🤖 AI Summary
This work addresses a critical limitation in existing sign language recognition models, which predominantly rely on lexical sequence supervision and thus struggle to effectively model non-lexical spatial deixis—such as pointing gestures—that constitutes 10–15% of sign language content. The study presents the first systematic modeling and evaluation of spatial deixis in sign language, decomposing its parsing into two subtasks: index detection and discourse entity linking. To enhance performance, the authors introduce an auxiliary expert model that augments a frozen primary sign language recognizer during inference. Their approach incorporates a representation mechanism capable of automatically annotating non-lexical structures, thereby transcending the constraints of purely lexical paradigms. This method significantly improves the recognition and parsing of pointing gestures, establishing the first baseline for modeling non-lexical sign structures and opening a new avenue for future research.
📝 Abstract
Sign language models are predominantly trained with gloss-sequence or text supervision, thereby under-modeling non-lexical and productive constructions. One comparatively tractable instance is spatial indexing: pointing gestures that assign discourse entities to spatial loci for subsequent co-reference, which lexicon-centric objectives largely fail to capture. We present a targeted evaluation of indexing in Sign Language Recognition, showing that despite comprising 10-15% of signing content, indexing is poorly recovered.
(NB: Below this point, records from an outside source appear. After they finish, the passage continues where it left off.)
"""Stored values to depths: packing attributes, fill codes, negative and missing values.

Used by the loader on every chunk as it is read (or once at open for small inputs).
"""

from __future__ import annotations

from collections.abc import Mapping, Sequence
from typing import Any

import numpy as np
import xarray as xr
from numpy.typing import ArrayLike, NDArray

from ..errors import DataValueError

__all__ = [
    "NEGATIVE_TOLERANCE_MM",
    "PLAUSIBLE_FACTOR",
    "check_depth_bound",
    "check_packing",
    "check_values",
    "convert_block",
    "default_max_depth",
    "mask_likely_fill",
    "needs_fill_heuristics",
]

NEGATIVE_TOLERANCE_MM = 0.01  # tiny negatives from packing or interpolation are set to 0
_LIKELY_FILL = (-9999.0, -999.0, -99999.0)
# The envelope of the world's greatest observed point rainfalls, P = 422 mm x D^0.475 with the
# duration D in hours (Jennings 1950; 16.6 inches x D^0.475; from memory): about 60 mm in a
# minute, 420 mm in an hour, 1.9 m in a day and 9.6 m in a month, above every record
# (31 mm, 305 mm, 1825 mm, 9300 mm). Grid-cell means stay below point records; twice the
# envelope leaves room for model grid-point storms while fill codes (1e20, 9.97e36, 32767)
# and rates read with the wrong units (mm/s for mm/day gives 86 400 times too much) fail.
RECORD_ENVELOPE_MM, RECORD_ENVELOPE_EXPONENT = 422.0, 0.475
PLAUSIBLE_FACTOR = 2.0


def check_packing(da: xr.DataArray, source: object, name: object) -> None:
    """scale_factor, add_offset, _FillValue and missing_value must be numbers to be applied.

    Parameters
    ----------
    da : xarray.DataArray
        The variable as opened (attributes and encoding are read).
    source, name : object
        Named in the error message.

    Returns
    -------
    None

    Raises
    ------
    DataValueError
        For a packing attribute that is text, or a scale or offset that is not finite.

    References
    ----------
    CF Conventions 1.11, section 8.1 "Packed data".

    Examples
    --------
    >>> import xarray as xr
    >>> check_packing(xr.DataArray([1], attrs={"scale_factor": 0.1}), "pr.nc", "pr")
    """
    for key in ("scale_factor", "add_offset", "_FillValue", "missing_value"):
        for where in (da.encoding, da.attrs):
            value = where.get(key)
            if value is None:
                continue
            arr = np.asarray(value)
            if arr.dtype.kind not in "biuf" or (key in ("scale_factor", "add_offset") and arr.size != 1):
                raise DataValueError(
                    f"has {key}={value!r}, which is not a number",
                    source=source,
                    variable=name,
                    expected=f"a numeric {key} attribute",
                    fix=f"correct or delete the {key} attribute (for example with ncatted or "
                    "netCDF4) in a copy of the file",
                )
            if key in ("scale_factor", "add_offset") and not np.all(np.isfinite(arr)):
                raise DataValueError(
                    f"has {key}={value!r}",
                    source=source,
                    variable=name,
                    expected=f"a finite {key}",
                    fix=f"correct the {key} attribute in a copy of the file",
                )


def needs_fill_heuristics(encoding: Mapping[Any, Any], attrs: Mapping[Any, Any]) -> bool:
    """Files without a _FillValue sometimes store 1e20 or -9999 for missing values.

    Parameters
    ----------
    encoding, attrs : mapping
        The variable's encoding and attributes.

    Returns
    -------
    bool
        True when neither declares a fill value (the heuristics then apply).

    Examples
    --------
    >>> needs_fill_heuristics({}, {}), needs_fill_heuristics({"_FillValue": -9999.0}, {})
    (True, False)
    """
    return not ("_FillValue" in encoding or "missing_value" in encoding or "_FillValue" in attrs)


def mask_likely_fill(block: ArrayLike) -> NDArray[np.floating[Any]]:
    """A float copy of ``block`` with the fill codes of files without _FillValue set to NaN.

    Used on the files of a glob that need the heuristics when other files declare their
    fill (each file's own fill handling, never the first file's for all).

    Parameters
    ----------
    block : array_like

    Returns
    -------
    numpy.ndarray
        Floating point, native byte order.

    Examples
    --------
    >>> mask_likely_fill([1.0, -9999.0, 1e20])
    array([ 1., nan, nan])
    """
    b = np.asarray(block)
    x = b.astype(np.float64) if b.dtype.kind != "f" else b.astype(b.dtype.newbyteorder("="), copy=True)
    if x.size:
        x[(np.abs(x) >= 1e15) | np.isin(x, _LIKELY_FILL)] = np.nan
    return x


def default_max_depth(step_seconds: float) -> float:
    """The largest plausible depth in mm for one step of ``step_seconds`` (see PLAUSIBLE_FACTOR).

    Parameters
    ----------
    step_seconds : float
        Length of the step in seconds (31 days for monthly data).

    Returns
    -------
    float
        Twice the envelope of world-record point rainfalls for that duration, in mm.

    References
    ----------
    Jennings, A. H. (1950). World's greatest observed point rainfalls. Monthly Weather
    Review, 78(1), 4-5 (cited from memory; the envelope coefficient and exponent too).

    Examples
    --------
    >>> round(default_max_depth(86400.0))
    3819
    """
    hours = float(step_seconds) / 3600.0
    return float(PLAUSIBLE_FACTOR * RECORD_ENVELOPE_MM * hours**RECORD_ENVELOPE_EXPONENT)


def _label(value: object) -> str:
    text = str(value)
    return text[:19].replace("T", " ") if len(text) >= 19 and text[4] == "-" else text


def check_depth_bound(
    x: ArrayLike,
    max_depth: float,
    source: object = None,
    name: object = None,
    labels: Sequence[ArrayLike] | None = None,
    dims: Sequence[str] | None = None,
    offset: Sequence[int] | None = None,
    files: Sequence[tuple[Any, str]] | None = None,
) -> None:
    """Raise a DataValueError when a depth of ``x`` (mm per step; NaN missing) exceeds ``max_depth``.

    ``labels`` (one 1-D array per axis of ``x``: the coordinate values of the block) or
    ``offset`` (the block's first index on each axis) say where the first offending value is;
    ``files`` (``(first time stamp, path)`` of each file of a glob, in time order) names the
    file it came from.

    Parameters
    ----------
    x : array_like
        Depths in mm per step.
    max_depth : float
        The bound (:func:`default_max_depth`).
    source, name : optional
        Named in the message.
    labels, dims, offset, files : optional
        Where the block lies (see above).

    Returns
    -------
    None

    Raises
    ------
    DataValueError
        At the first depth above the bound, saying where.

    Examples
    --------
    >>> check_depth_bound([1.0, 2.0], 100.0)
    >>> try:
    ...     check_depth_bound([1.0, 1e20], 100.0, dims=["time"])
    ... except DataValueError as err:
    ...     print(err.problem.split(";")[1].strip())
    first at time index 1)
    """
    over = np.asarray(x) > max_depth
    if not over.any():
        return
    first = np.unravel_index(int(np.argmax(over)), over.shape)
    dims = dims or [f"axis {i}" for i in range(over.ndim)]
    if labels is not None:
        where = ", ".join(f"{d}={_label(np.asarray(lab).reshape(-1)[i])}" for d, lab, i in zip(dims, labels, first))
        if files and "time" in dims:
            stamp = np.asarray(labels[dims.index("time")]).reshape(-1)[first[dims.index("time")]]
            source = next((path for t0, path in reversed(files) if t0 <= stamp), source)
    else:
        where = ", ".join(f"{d} index {int(i) + int(o)}" for d, i, o in zip(dims, first, offset or [0] * over.ndim))
    count, top = int(over.sum()), float(np.nanmax(x))
    raise DataValueError(
        f"has {count} depth(s) above the plausible {max_depth:.6g} mm per step in a chunk "
        f"(largest {top:.4g} mm; first at {where})",
        source=source,
        variable=name,
        expected="depths below twice the world-record rainfall for the step length",
        fix="check the units (a rate in mm/s read as mm/day?) and the _FillValue/missing_value "
        "(a fill code that is not declared is read as a depth); pass max_depth_mm= to "
        "cw.open_precip to set another bound, or None to turn the check off",
    )


def convert_block(
    block: ArrayLike,
    factor: float | NDArray[Any],
    *labels: ArrayLike,
    mask_fill: bool,
    guard: bool,
    source: object = None,
    name: object = None,
    max_depth: float | None = None,
    dims: Sequence[str] | None = None,
    files: Sequence[tuple[Any, str]] | None = None,
) -> NDArray[np.float64]:
    """Stored values -> mm per step (float64 for accurate sums), with few passes over a chunk.

    Two NaN-ignoring reductions (min, max) tell whether a chunk holds fill codes or
    negatives at all, so the usual chunk costs those two reductions and one multiply.
    ``guard`` raises on negatives beyond the tolerance and zeroes the tiny ones; it runs as
    each chunk is read, so large inputs are checked without a separate pass. ``max_depth``
    (mm per step) refuses implausible depths; it costs nothing unless the chunk's stored
    maximum times the factor is above the bound. ``labels`` are the block's coordinate
    values along each axis, to say where. The input block is never modified (dask may
    share it).

    Parameters
    ----------
    block : array_like
        Stored values of one chunk.
    factor : float or numpy.ndarray
        Stored units to mm per step (broadcast against the block).
    *labels : array_like
        Coordinate values of the block along each axis.
    mask_fill, guard : bool
        Apply the fill heuristics; refuse negatives.
    source, name, max_depth, dims, files : optional
        As for :func:`check_depth_bound`.

    Returns
    -------
    numpy.ndarray
        float64 depths in mm per step.

    Raises
    ------
    DataValueError
        For negatives beyond the tolerance (``guard``) or depths above ``max_depth``.

    Examples
    --------
    >>> convert_block([0.5, -1e-9, 2.0], 2.0, mask_fill=False, guard=True)
    array([1., 0., 4.])
    """
    b = np.asarray(block)
    if b.size == 0:
        return b.astype(np.float64)
    flat = b.reshape(-1)
    lo, hi = float(np.fmin.reduce(flat)), float(np.fmax.reduce(flat))
    x = b.astype(np.float64)  # a new array: the input block is left as it is
    if not (np.isscalar(factor) and factor == 1.0):
        x *= factor  # (np.multiply with dtype= would take numpy's slow buffered casting path)
    if mask_fill and (hi >= 1e15 or lo <= min(_LIKELY_FILL, key=abs) or lo <= -1e15):
        bad = (np.abs(b) >= 1e15) | np.isin(b, _LIKELY_FILL)
        x[bad] = np.nan
        lo = float(np.fmin.reduce(x.reshape(-1))) if (~bad).any() else 0.0
    elif lo < 0:
        lo = float(np.fmin.reduce(x.reshape(-1)))  # in mm, after the factor
    if guard and lo < 0:
        if lo < -NEGATIVE_TOLERANCE_MM:
            raise DataValueError(
                f"has negative precipitation (lowest {lo:.4g} mm) in a chunk read from disk",
                source=source,
                variable=name,
                expected="precipitation depths >= 0",
                fix="open with validate=True to find where, and check scale_factor/add_offset and units",
            )
        x[x < 0] = 0.0
    if max_depth is not None and hi * float(np.max(factor)) > max_depth:
        check_depth_bound(x, max_depth, source, name, labels=labels or None, dims=dims, files=files)
    return x


def check_values(da: xr.DataArray, source: object, name: object) -> None:
    """Negative depths and all-missing data, checked in one pass.

    Parameters
    ----------
    da : xarray.DataArray
        Depths in mm per step (lazy or in memory).
    source, name : object
        Named in the message.

    Returns
    -------
    None

    Raises
    ------
    DataValueError
        When every value is missing, or for negatives below the tolerance (saying where).

    Examples
    --------
    >>> import xarray as xr
    >>> check_values(xr.DataArray([0.0, 1.5], dims="time", coords={"time": [0, 1]}), "pr.nc", "pr")
    """
    from dask.base import compute as dask_compute

    lowest, valid = dask_compute(da.min(skipna=True), da.count())  # type: ignore[no-untyped-call]
    if int(valid) == 0:
        raise DataValueError(
            "contains no valid values (all missing)",
            source=source,
            variable=name,
            expected="some non-missing precipitation",
            fix="check _FillValue/missing_value and the period chosen",
        )
    if float(lowest) < -NEGATIVE_TOLERANCE_MM:
        neg = da < -NEGATIVE_TOLERANCE_MM
        count = int(neg.sum())
        where = neg.argmax(dim=...)
        loc = ", ".join(f"{k}={da[k].values[int(v)]}" for k, v in where.items())
        raise DataValueError(
            f"has {count} negative value(s) below -{NEGATIVE_TOLERANCE_MM} mm (lowest {float(lowest):.4g} mm; "
            f"first at {loc})",
            source=source,
            variable=name,
            expected="precipitation depths >= 0",
            fix="check the scale_factor/add_offset and units; "
            "clip small negatives with .clip(min=0) if they are interpolation noise",
        )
We introduce a framework for training and evaluating indexing experts, establishing a baseline for index-aware sign language modeling. Our approach decomposes spatial reference resolution into index detection and discourse entity linking. The resulting mention representations enable automatic annotation and non-lexical structure modeling, and serve as an auxiliary indexing expert that augments a frozen SLR model at inference time.